А для меня между тем настал мой День настоящего ковбоя. Одно дело появиться в ковбойских штанах и ботинках в Нью-Йорке; и совсем другое — ходить по здешней пыли в ботинках Тони Лама; или сидеть в темном углу у глинобитной стены, покачиваться на стуле, положив ноги на ящик. В Нью-Йорке вы можете появиться в ковбойской шляпе, только если вы приглашенный танцор на празднике, под солнцем Пуэблы она — насущная необходимость. Я надвинул новенькую шляпу на глаза, чтобы мой уже обгоревший и облезающий нос оказался в тени, и мне было вполне прохладно. Забрел в какую-то хозяйственную постройку, где несколько ранчерос уже разливали текилу в короткие плохо вымытые стаканы, стряхнул пыль с полей шляпы и проскрипел:
— ! Tequila… por favor!
[66]
Сидя вместе с Эдди и Мартином, одетыми как настоящие ранчеро, — в ковбойских шляпах и ботинках, — глядя на женщину, похожую на Антонио, которая пекла лепешки в нескольких ярдах от нас, узнавая черты своих нью-йоркских помощников в чертах женщин, готовящих рис в глиняных горшочках на открытом огне, девочек, чистящих кактус для салата из его листьев, старого мороженщика, вручную сбивающего мороженое со свежим лаймом, я был счастлив как никогда. За тысячи миль от Нью-Йорка я чувствовал себя в своей семье, на своей родной кухне.

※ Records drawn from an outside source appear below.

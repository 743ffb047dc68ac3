package org.saddlebook.register.internal;

import java.io.BufferedInputStream;
import java.io.ByteArrayOutputStream;
import java.io.IOException;
import java.io.InputStream;
import java.security.MessageDigest;
import java.time.Clock;
import java.util.ArrayList;
import java.util.LinkedHashMap;
import java.util.List;
import java.util.Map;
import java.util.Objects;
import java.util.Optional;
import org.saddlebook.api.service.Progress;
import org.saddlebook.api.task.Cancelled;
import org.saddlebook.register.api.Checkpoint;
import org.saddlebook.register.api.Digest;
import org.saddlebook.register.api.Draft;
import org.saddlebook.register.api.Entry;
import org.saddlebook.register.api.Export;
import org.saddlebook.register.api.Head;
import org.saddlebook.register.api.LogRecord;
import org.saddlebook.register.api.MerkleTree;
import org.saddlebook.register.api.PartEntry;
import org.saddlebook.register.api.PartFile;
import org.saddlebook.register.api.Receipt;
import org.saddlebook.register.api.Register;
import org.saddlebook.register.api.RegisterException;
import org.saddlebook.register.api.RegisterStore;
import org.saddlebook.register.api.SealedRecord;
import org.saddlebook.register.api.Verification;

/** The rules of the log over any store. */
public final class StoredRegister implements Register {
    private final RegisterStore store;
    private final Clock clock;

    /** A register kept in this store, which it closes. */
    public StoredRegister(RegisterStore store, Clock clock) {
        this.store = Objects.requireNonNull(store, "store");
        this.clock = Objects.requireNonNull(clock, "clock");
    }

    @Override
    public String location() {
        return store.location();
    }

    @Override
    public Receipt enter(Draft draft, List<PartFile> files) throws IOException {
        if (!draft.kind().isEntry()) {
            throw new IllegalArgumentException(
                    "a record of kind " + draft.kind().key() + " has no parts");
        }
        if (files.isEmpty()) {
            throw new IllegalArgumentException("an entry has at least one part");
        }
        List<PartEntry> parts = new ArrayList<>();
        for (PartFile file : files) {
            parts.add(measure(file));
        }
        Draft complete = draft.withParts(parts);
        for (int i = 0; i < files.size(); i++) {
            PartEntry part = parts.get(i);
            String complaint = "The file " + part.name() + " changed while it was being entered. Enter it again.";
            try (InputStream in = new CheckedStream(files.get(i).content().open(), part, complaint)) {
                store.put(part.sha256(), in);
            }
        }
        return append(complete);
    }

    private static PartEntry measure(PartFile file) throws IOException {
        MessageDigest sha = Digest.algorithm();
        long size = 0;
        byte[] buffer = new byte[64 * 1024];
        try (InputStream in = file.content().open()) {
            for (int count = in.read(buffer); count >= 0; count = in.read(buffer)) {
                sha.update(buffer, 0, count);
                size += count;
            }
        }
        return new PartEntry(file.name(), file.type(), size, Digest.of(sha.digest()));
    }

    @Override
    public Receipt append(Draft draft) throws RegisterException {
        return store.append(draft, new Rules(store, clock));
    }

    @Override
    public List<Entry> list() throws RegisterException {
        Map<Long, SealedRecord> entries = new LinkedHashMap<>();
        Map<Long, LogRecord> read = new LinkedHashMap<>();
        Map<Long, List<LogRecord>> about = new LinkedHashMap<>();
        Records.each(store, 1, each -> {
            LogRecord record = RecordJson.read(each.number(), each.bytes());
            if (record.kind().isEntry()) {
                entries.put(each.number(), each);
                read.put(each.number(), record);
                about.put(each.number(), new ArrayList<>());
            }
            List<LogRecord> target =
                    record.target().isPresent() ? about.get(record.target().getAsLong()) : null;
            if (target != null) {
                target.add(record);
            }
        });
        List<Entry> list = new ArrayList<>();
        for (Map.Entry<Long, SealedRecord> entry : entries.entrySet()) {
            list.add(new Entry(read.get(entry.getKey()), entry.getValue().receipt(), about.get(entry.getKey())));
        }
        return List.copyOf(list);
    }

    @Override
    public Entry show(long number) throws RegisterException {
        for (Entry entry : list()) {
            if (entry.number() == number) {
                return entry;
            }
        }
        for (LogRecord record : number < 1 ? List.<LogRecord>of() : Records.from(store, number)) {
            if (record.number() == number) {
                throw new RegisterException("Record " + number + " is no entry: it says that entry "
                        + record.target().getAsLong() + " is " + record.kind().key() + ".");
            }
        }
        throw new RegisterException(
                "There is no entry " + number + " in " + location() + ". \"register list\" shows what there is.");
    }

    @Override
    public Optional<PartEntry> part(Entry entry, String name) {
        for (PartEntry part : entry.record().parts()) {
            if (part.name().equals(name)) {
                return Optional.of(part);
            }
        }
        return Optional.empty();
    }

    @Override
    public InputStream open(PartEntry part) throws RegisterException {
        return new CheckedStream(
                new BufferedInputStream(store.part(part.sha256())),
                part,
                "The stored bytes of " + part.name() + " are not those that were entered. Run \"register verify\".");
    }

    @Override
    public byte[] read(PartEntry part) throws IOException {
        ByteArrayOutputStream out = new ByteArrayOutputStream((int) Math.min(part.size(), 1 << 24));
        try (InputStream in = open(part)) {
            in.transferTo(out);
        }
        return out.toByteArray();
    }

    @Override
    public Head head() throws RegisterException {
        return Records.head(Records.all(store));
    }

    @Override
    public Verification verify(List<Checkpoint> kept, Progress progress) throws RegisterException, Cancelled {
        return new Verifier(store, kept, progress).run();
    }

    @Override
    public List<Digest> inclusionProof(long number) throws RegisterException {
        return MerkleTree.inclusionProof(number - 1, leaves(Records.all(store)));
    }

    @Override
    public List<Digest> consistencyProof(long size) throws RegisterException {
        return MerkleTree.consistencyProof(size, leaves(Records.all(store)));
    }

    static List<Digest> leaves(List<SealedRecord> records) {
        List<Digest> leaves = new ArrayList<>(records.size());
        for (SealedRecord record : records) {
            leaves.add(record.receipt().leaf());
        }
        return leaves;
    }

    @Override
    public Export export(long number) throws RegisterException {
        Entry entry = show(number);
        return new Exporter(this, entry, Records.all(store)).export();
    }

    @Override
    public void close() throws RegisterException {
        store.close();
    }
}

Большой праздник начался с того, что выкопали большую яму — размером с могилу.
На дне ее развели костер и дали ему прогореть до углей. Когда все было готово, ранчерос поставили в яму большие котлы с супом из козьих голов. Голые черепа, завернутые в листья авокадо, опускают в суп в последнюю секунду, держа их за рога. Внутри черепов — овечьи желудки, наполненные кровью, специями, мятой — что-то вроде мексиканской кровяной колбасы. Затем сверху положили пять коз целиком, выпотрошенных и распластанных, как бабочки, и накрыли их опять-таки листьями авокадо. Коз забили утром того же дня. Их кожа теперь сушилась, распяленная на крыше дома Эдди. Затем яму прикрыли ковриком из плетеной соломки, пропитанным водой, и забросали грязью. Еда должна готовиться около трех с половиной часов.
Между тем все вокруг оживилось. Из сонной, залитой солнцем пустыни ранчо быстро превращалось в гудящий улей. Стали прибывать гости. Заиграли марьячи, певцы пока пили пиво и настраивали свои инструменты; парнишка, в котором я узнал бывшего помощника официанта в Нью-Йорке, украшал столы цветами. Пары начали танцевать. Малыши играли в пятнашки. Мужчины расселись за длинными столами, женщины и дети — на складных стульях во втором ряду. Эдди, который в Нью-Йорке спиртного в рот не берет, был уже пьян, — и без того убойный пунш он усугубил текилой. Остальные ранчерос тоже были уже хороши, а ведь вечеринка еще только началась.